* **What to work on**: Return copies of the lines below that mention "arrive".

Saved entries
▬▬▬

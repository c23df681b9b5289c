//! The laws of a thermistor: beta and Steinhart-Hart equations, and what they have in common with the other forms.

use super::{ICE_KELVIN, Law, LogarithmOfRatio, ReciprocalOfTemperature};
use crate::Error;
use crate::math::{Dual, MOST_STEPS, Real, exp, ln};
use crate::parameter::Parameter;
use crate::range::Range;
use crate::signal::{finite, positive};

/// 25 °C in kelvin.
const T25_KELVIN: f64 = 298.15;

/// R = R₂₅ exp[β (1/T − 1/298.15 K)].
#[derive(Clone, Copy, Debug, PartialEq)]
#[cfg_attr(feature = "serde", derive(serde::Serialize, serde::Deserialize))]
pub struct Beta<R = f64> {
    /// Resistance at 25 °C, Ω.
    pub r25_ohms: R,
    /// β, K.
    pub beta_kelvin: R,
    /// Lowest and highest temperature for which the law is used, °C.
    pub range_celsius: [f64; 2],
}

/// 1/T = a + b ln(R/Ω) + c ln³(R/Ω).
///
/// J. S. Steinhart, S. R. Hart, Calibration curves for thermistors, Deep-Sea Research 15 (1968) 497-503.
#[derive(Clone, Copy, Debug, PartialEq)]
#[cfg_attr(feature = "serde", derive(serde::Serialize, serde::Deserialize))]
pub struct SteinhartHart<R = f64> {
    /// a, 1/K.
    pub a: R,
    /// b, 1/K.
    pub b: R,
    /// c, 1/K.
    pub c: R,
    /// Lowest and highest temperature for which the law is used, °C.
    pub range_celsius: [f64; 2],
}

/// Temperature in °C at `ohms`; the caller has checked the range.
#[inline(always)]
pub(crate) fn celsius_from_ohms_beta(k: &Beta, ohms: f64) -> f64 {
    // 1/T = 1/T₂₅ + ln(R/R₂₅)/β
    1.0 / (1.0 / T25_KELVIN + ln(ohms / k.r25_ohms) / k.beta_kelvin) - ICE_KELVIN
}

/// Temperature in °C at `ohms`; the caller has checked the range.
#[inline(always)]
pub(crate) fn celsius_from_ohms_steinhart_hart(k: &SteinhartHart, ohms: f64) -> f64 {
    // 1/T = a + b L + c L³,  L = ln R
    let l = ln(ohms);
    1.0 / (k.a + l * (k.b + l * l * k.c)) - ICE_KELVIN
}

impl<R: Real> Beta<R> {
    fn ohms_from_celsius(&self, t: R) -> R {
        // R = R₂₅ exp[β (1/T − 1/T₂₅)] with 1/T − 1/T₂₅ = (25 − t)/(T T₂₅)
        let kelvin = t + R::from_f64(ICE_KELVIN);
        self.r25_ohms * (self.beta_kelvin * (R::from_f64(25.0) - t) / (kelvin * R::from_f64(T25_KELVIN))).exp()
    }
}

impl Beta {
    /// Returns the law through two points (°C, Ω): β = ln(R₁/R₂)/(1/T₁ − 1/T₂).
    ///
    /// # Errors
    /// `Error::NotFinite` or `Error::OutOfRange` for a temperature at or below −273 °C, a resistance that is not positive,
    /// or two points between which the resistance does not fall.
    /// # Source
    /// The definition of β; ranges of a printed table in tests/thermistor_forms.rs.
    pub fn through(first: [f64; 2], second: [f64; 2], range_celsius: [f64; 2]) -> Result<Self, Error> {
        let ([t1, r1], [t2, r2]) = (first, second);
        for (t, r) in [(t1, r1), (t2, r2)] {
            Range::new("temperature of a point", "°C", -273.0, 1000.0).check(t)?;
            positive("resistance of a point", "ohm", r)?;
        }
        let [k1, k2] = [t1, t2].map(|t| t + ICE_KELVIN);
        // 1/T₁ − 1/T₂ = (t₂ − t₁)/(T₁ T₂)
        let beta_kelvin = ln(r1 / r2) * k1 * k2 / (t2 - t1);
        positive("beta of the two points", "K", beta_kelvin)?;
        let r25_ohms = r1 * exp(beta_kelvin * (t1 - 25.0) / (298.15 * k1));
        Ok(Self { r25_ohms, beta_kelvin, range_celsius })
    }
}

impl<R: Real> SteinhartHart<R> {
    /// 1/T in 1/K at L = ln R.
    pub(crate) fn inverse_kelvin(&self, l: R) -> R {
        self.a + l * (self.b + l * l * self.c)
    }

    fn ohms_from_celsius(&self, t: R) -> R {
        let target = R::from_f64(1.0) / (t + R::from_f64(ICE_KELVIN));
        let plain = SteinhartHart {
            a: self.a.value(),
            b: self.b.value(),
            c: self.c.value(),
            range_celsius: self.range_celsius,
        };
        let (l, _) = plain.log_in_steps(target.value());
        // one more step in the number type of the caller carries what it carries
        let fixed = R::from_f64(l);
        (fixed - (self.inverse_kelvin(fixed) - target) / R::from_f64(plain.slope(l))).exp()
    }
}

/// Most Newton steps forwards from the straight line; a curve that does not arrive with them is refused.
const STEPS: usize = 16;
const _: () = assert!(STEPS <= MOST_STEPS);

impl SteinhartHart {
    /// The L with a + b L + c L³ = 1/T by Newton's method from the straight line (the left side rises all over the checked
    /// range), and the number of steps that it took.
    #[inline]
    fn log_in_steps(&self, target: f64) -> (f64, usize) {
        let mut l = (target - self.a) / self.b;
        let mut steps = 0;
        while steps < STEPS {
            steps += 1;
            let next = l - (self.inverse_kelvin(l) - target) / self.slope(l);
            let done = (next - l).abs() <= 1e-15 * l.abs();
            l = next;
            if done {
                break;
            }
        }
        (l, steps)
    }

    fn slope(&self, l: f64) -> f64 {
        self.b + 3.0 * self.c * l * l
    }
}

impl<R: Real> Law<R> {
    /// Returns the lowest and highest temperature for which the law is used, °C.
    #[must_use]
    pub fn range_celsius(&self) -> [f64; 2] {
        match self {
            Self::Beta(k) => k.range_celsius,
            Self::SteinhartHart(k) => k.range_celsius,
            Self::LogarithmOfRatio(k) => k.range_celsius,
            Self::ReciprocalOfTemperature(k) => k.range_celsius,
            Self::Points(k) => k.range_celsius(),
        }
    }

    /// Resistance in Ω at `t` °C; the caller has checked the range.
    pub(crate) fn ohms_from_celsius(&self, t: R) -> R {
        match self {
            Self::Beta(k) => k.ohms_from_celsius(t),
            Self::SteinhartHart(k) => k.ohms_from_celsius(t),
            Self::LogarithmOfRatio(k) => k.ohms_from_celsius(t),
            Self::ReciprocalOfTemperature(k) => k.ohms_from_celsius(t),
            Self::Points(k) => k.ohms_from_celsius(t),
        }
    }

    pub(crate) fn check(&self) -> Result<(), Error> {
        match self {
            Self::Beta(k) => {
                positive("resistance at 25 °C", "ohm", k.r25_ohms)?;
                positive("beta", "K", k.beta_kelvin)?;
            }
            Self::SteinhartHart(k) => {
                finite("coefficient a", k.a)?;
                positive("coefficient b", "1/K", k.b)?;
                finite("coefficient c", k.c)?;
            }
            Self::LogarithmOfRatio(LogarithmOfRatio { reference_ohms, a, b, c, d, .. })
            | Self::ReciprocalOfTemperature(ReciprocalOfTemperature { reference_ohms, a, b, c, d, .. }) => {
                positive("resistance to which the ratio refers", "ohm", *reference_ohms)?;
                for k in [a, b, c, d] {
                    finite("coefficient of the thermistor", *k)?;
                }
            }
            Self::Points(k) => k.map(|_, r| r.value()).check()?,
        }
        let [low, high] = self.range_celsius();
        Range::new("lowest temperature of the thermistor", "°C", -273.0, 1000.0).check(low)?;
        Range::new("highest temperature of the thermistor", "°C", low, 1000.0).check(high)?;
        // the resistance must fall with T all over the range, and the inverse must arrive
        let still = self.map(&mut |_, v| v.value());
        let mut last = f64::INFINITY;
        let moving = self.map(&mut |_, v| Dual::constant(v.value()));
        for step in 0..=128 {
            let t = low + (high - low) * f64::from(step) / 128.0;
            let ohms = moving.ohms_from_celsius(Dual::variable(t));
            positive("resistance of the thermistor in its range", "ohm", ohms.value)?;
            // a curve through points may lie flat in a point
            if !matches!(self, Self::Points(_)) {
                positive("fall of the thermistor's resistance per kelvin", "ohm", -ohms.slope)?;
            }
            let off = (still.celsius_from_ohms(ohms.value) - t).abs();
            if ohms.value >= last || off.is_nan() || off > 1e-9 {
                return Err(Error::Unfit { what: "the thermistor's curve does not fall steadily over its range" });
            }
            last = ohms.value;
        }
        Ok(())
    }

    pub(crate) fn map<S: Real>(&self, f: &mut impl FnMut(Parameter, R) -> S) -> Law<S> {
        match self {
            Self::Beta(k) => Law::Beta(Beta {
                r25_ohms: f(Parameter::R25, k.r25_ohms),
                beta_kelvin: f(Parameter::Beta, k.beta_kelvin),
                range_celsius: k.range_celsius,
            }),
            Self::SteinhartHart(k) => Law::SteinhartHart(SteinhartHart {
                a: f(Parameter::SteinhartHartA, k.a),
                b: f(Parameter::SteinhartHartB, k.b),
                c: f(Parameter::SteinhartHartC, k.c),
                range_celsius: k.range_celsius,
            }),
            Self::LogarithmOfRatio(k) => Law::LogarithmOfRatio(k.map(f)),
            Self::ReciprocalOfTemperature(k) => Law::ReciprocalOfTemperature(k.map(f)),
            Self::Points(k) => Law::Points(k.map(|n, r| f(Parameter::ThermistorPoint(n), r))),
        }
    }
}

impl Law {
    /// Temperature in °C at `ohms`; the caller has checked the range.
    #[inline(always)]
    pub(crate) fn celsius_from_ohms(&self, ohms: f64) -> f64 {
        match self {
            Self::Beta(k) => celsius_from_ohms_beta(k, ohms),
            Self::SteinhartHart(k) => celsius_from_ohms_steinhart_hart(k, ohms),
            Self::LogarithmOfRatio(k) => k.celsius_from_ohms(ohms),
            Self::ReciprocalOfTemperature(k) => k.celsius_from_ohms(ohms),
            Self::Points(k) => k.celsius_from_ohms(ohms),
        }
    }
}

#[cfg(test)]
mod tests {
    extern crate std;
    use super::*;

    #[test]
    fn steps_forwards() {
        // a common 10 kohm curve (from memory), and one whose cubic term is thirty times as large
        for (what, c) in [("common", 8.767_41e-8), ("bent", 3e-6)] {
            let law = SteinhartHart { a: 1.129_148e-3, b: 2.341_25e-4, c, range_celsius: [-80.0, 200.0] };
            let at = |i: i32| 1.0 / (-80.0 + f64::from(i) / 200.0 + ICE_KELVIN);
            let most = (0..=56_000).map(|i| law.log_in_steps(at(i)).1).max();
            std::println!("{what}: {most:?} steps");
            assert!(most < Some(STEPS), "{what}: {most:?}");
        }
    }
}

▬▬▬

* **Task solution**:
/// Most Newton steps forwards from the straight line; a curve that does not arrive with them is refused.
        // the resistance must fall with T all over the range, and the inverse must arrive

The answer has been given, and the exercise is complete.